# looking for some non cichlid tank mates



## effen (Apr 29, 2014)

in my juvie tank i have 9 tiger barbs and 5 cichlids. 1 demosani 1 yellow sunshine 1 orange sunshine 1 acai 1 jewel. i have a larger tank 75 gal with 1 ice blue 1 auratus 1 frost white 1 bumblebee and one electric yellow. im looking for more sutitable mates that will live well with adult cichlids. i know everyone cringes when they here i keep tiger barbs with cichlids but it works. what do you guys/girls keep with your cichlids other than other cichlids?


----------



## sumthinfishy (Jan 26, 2013)

the only thing i keep with african cichlids is african cichlids. your tiger barbs will not be around much longer. trust me. not to mention that your stock isnt very well thought out even as your africans go. its best to have a direction that u want to go with a tank. its obvious by your stocklist that u made a few trips to the store and just kinda bought what u thought looked nice. unfortunately this mix will not work long term. i dont mean to sound rude, just being honest


----------



## Demasoni1 (Apr 9, 2014)

Ditto.......... You need to get rid of your currant fish and restock it completely when you have a plan.


----------



## rennsport2011 (Oct 21, 2013)

Cichlids work best with more cichlids, that are appropriate for the tank.

Second best is the correct Synodontis catfish, multipunctatus, lucipinnis, petricola being the best.

That being said, I've kept Tiger barbs with most of the cichlids on his list, without issue.
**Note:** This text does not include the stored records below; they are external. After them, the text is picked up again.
/// The star-rating job of `fit --model dirichlet-multinomial`: its columns
/// and scores checked, and every option it does not (yet) take refused by name.
fn level_job_of(args: &FitArgs) -> Result<crate::pipeline::levels::LevelJob> {
    use crate::pipeline::levels::{MAX_LEVELS, MODEL_NAME};
    let table = &args.table;
    refuse_overlaps(table, [])?;
    refuse_for_levels(
        table,
        &[
            (args.pair_counts.is_some(), "--pair-counts"),
            (args.prior_shape == PriorShapeArg::Free, "--prior-shape free"),
            (args.grid_points.is_some(), "--grid-points"),
            (args.neighbours.is_some(), "--neighbours"),
            (args.variance_method == VarianceMethodArg::Reml, "--variance-method reml"),
        ],
    )?;
    let outcome = match (&table.outcome, args.levels.is_empty(), args.level_counts.is_empty()) {
        (None, true, _) => None,
        (None, false, _) => return Err(Error::Usage("--levels names the values of --outcome COLUMN: give it too".to_string())),
        (Some(_), _, false) => {
            return Err(Error::Usage(
                "give --level-counts (a count column per level) or --outcome with --levels (one row per rating), not both"
                    .to_string(),
            ))
        }
        (Some(_), true, true) => {
            return Err(Error::Usage("--outcome with the dirichlet-multinomial model needs --levels VALUE,VALUE,...: the value of each level, in order".to_string()))
        }
        (Some(column), false, true) => {
            for (i, value) in args.levels.iter().enumerate() {
                if value.is_empty() || args.levels[..i].contains(value) {
                    return Err(Error::Usage(format!("--levels names '{value}' twice or empty")));
                }
            }
            Some((column.clone(), args.levels.clone()))
        }
    };
    let levels = match &outcome {
        Some((column, values)) => values.iter().map(|v| format!("{column}_{v}")).collect(),
        None => args.level_counts.clone(),
    };
    if levels.len() < 2 {
        return Err(Error::Usage(format!(
            "the {MODEL_NAME} model needs at least two levels (--level-counts columns, or --levels values with --outcome), got {}",
            levels.len()
        )));
    }
    if levels.len() > MAX_LEVELS {
        return Err(Error::Usage(format!(
            "--level-counts takes at most {MAX_LEVELS} columns, got {}",
            levels.len()
        )));
    }
    for (i, column) in levels.iter().enumerate() {
        if column.is_empty() || levels[..i].contains(column) {
            return Err(Error::Usage(format!("--level-counts names '{column}' twice or empty")));
        }
    }
    let scores = if args.level_scores.is_empty() {
        (1..=levels.len()).map(|k| k as f64).collect()
    } else {
        args.level_scores.clone()
    };
    if scores.len() != levels.len() {
        return Err(Error::Usage(format!(
            "--level-scores gives {} scores for {} level columns; give one per column",
            scores.len(),
            levels.len()
        )));
    }
    if let Some(bad) = scores.iter().find(|s| !s.is_finite() || s.abs() > 1e12) {
        return Err(Error::Usage(format!("--level-scores must be finite numbers within ±1e12, got {bad}")));
    }
    for (i, score) in scores.iter().enumerate() {
        if scores[..i].contains(score) {
            return Err(Error::Usage(format!(
                "--level-scores gives the score {score} twice; each level needs its own"
            )));
        }
    }
    let spec = LevelSpec { levels, outcome, scores, share_above: args.share_above.as_deref() };
    level_job(table, spec, None)
}

/// What a star-rating job reads and scores.
struct LevelSpec<'a> {
    levels: Vec<String>,
    outcome: Option<(String, Vec<String>)>,
    scores: Vec<f64>,
    share_above: Option<&'a str>,
}

/// The star-rating job of `spec` with the options `fit` and `score` share;
/// `prior` a saved one to score with.
fn level_job(
    table: &TableArgs,
    spec: LevelSpec<'_>,
    prior: Option<crate::pipeline::levels::SavedLevelPrior>,
) -> Result<crate::pipeline::levels::LevelJob> {
    use crate::pipeline::levels::{LevelJob, MODEL_NAME};
    let LevelSpec { levels, outcome, scores, share_above } = spec;
    if let Some(path) = &table.pair_output {
        crate::io::TableFormat::from_path(path)?;
    }
    let (low, high) =
        scores.iter().fold((f64::INFINITY, f64::NEG_INFINITY), |(l, h), &s| (l.min(s), h.max(s)));
    for (value, flag) in [(table.above, "above"), (table.below, "below")] {
        if let Some(t) = value.filter(|t| !(t.is_finite() && (low..=high).contains(t))) {
            return Err(Error::Usage(format!(
                "--{flag} is a mean score for the {MODEL_NAME} model, from {low} to {high} (the level scores), got {t}"
            )));
        }
    }
    let share_above = match share_above {
        None => None,
        Some(text) => {
            let parsed = text.split_once('=').and_then(|(column, p)| {
                let level = levels.iter().position(|c| c == column)?;
                let share: f64 = p.trim().parse().ok()?;
                (share > 0.0 && share < 1.0).then_some((level, share))
            });
            Some(parsed.ok_or_else(|| {
                Error::Usage(format!(
                    "--share-above takes a level column and a share strictly between 0 and 1, as {}=0.1; got '{text}'",
                    levels[0]
                ))
            })?)
        }
    };
    let (group, Layout::Groups { output, batch_rows }) = layout_of(table, None)? else {
        unreachable!("without --pair-counts the layout is groups")
    };
    if levels.contains(&group) {
        return Err(Error::Usage(format!("--group '{group}' is also a level column")));
    }
    for (i, column) in table.by.iter().enumerate() {
        if column.is_empty() || table.by[..i].contains(column) || *column == group || levels.contains(column)
        {
            return Err(Error::Usage(format!(
                "--by names '{column}' twice, empty, or as the group or a level column"
            )));
        }
    }
    let invalid = invalid_rows(table)?;
    Ok(LevelJob {
        input: TableSource::File(table.input.clone()),
        delimiter: table.delimiter,
        group,
        levels,
        outcome,
        scores,
        output,
        batch_rows,
        summary: table.summary.clone(),
        level: Level::new(table.level)?,
        thresholds: Thresholds { above: table.above, below: table.below },
        share_above,
        flag_fdr: flag_rule(table)?,
        ranks: rank_order(table),
        top: top_rule(table)?.map(|rule| rule.k),
        pair_output: table.pair_output.clone(),
        invalid,
        id_memory: table.memory_budget.max(1).saturating_mul(1 << 20) / 2,
        prior,
        seed: table.seed,
        segments: table.by.clone(),
        min_groups: table.min_groups.unwrap_or(crate::pipeline::DEFAULT_MIN_GROUPS),
    })
}

/// The star-rating job of `score --prior` with a star-rating fit's summary:
/// the count columns and scores the prior was fitted with.
fn level_score_job_of(
    args: &ScoreArgs,
    saved: crate::summary::LevelSummary,
) -> Result<crate::pipeline::levels::LevelJob> {
    let table = &args.table;
    refuse_overlaps(table, [("--prior", Some(&args.prior))])?;
    refuse_for_levels(
        table,
        &[(
            table.min_groups.is_some(),
            "--min-groups (a saved prior per segment is used whatever its groups)",
        )],
    )?;
    if let Some(model) = args.model.filter(|m| m.name() != saved.model) {
        return Err(Error::Usage(format!(
            "{}: the prior file holds a {} prior and this run asks for a {} one",
            args.prior.display(),
            saved.model,
            model.name()
        )));
    }
    if table.outcome.is_some() {
        return Err(Error::Usage(format!(
            "{}: score reads one row per group with the count columns the prior was fitted with ({}), not one row per rating",
            args.prior.display(),
            saved.levels.iter().map(|l| l.column.as_str()).collect::<Vec<_>>().join(", ")
        )));
    }
    let spec = LevelSpec {
        levels: saved.levels.iter().map(|l| l.column.clone()).collect(),
        outcome: None,
        scores: saved.levels.iter().map(|l| l.score).collect(),
        share_above: None,
    };
    let prior =
        crate::pipeline::levels::SavedLevelPrior { path: args.prior.clone(), summary: Box::new(saved) };
    level_job(table, spec, Some(prior))
}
The exception being auratus and bumblebee.

I would agree with the others, that this is a bit of a fish soup experiment, unlikely to work out in the long term.


----------



## Demasoni1 (Apr 9, 2014)

The only fish I have kept with cichlids that is not a cichlid is a ropefish. but these are specialty fish and require more care than most.


----------



## AlmightyJoshaeus (May 2, 2013)

You can't keep singletons of most of the cichlids you mentioned...mbuna need to be kept in harems of 1M5+F to prevent overaggressive males from going on a killing spree. Peacocks could likely be kept as lone males, but they will likely die early in an environment with mbuna.


----------



## Demasoni1 (Apr 9, 2014)

AlmightyJoshaeus said:


> You can't keep singletons of most of the cichlids you mentioned...mbuna need to be kept in harems of 1M5+F to prevent overaggressive males from going on a killing spree. Peacocks could likely be kept as lone males, but they will likely die early in an environment with mbuna.


Not always, *** had peacocks and haps with Mbuna before with little to no problems. You just need a fairly large tank 100g +


----------



## rennsport2011 (Oct 21, 2013)

Demasoni1 said:


> AlmightyJoshaeus said:
> 
> 
> > You can't keep singletons of most of the cichlids you mentioned...mbuna need to be kept in harems of 1M5+F to prevent overaggressive males from going on a killing spree. Peacocks could likely be kept as lone males, but they will likely die early in an environment with mbuna.
> ...


..and the right peacocks and Haps, and the right mbuna... no real generalizations work.

Mbuna can be kept in singletons as well....


----------



## Demasoni1 (Apr 9, 2014)

I wouldn't recommend it. Only keep the along if you have to.


----------



## georgiasam (Feb 26, 2014)

Go with a school of giant danios. They are fast and with all the movement they do it helps with aggression. Before i added them there were fights and shyness and now one big happy family.


----------



## Chester B (Dec 28, 2012)

Australian rainbows work great with cichlids. They grow large, are very fast, colorful, inhabit the top 1/3 of the tank and are voracious eaters.


----------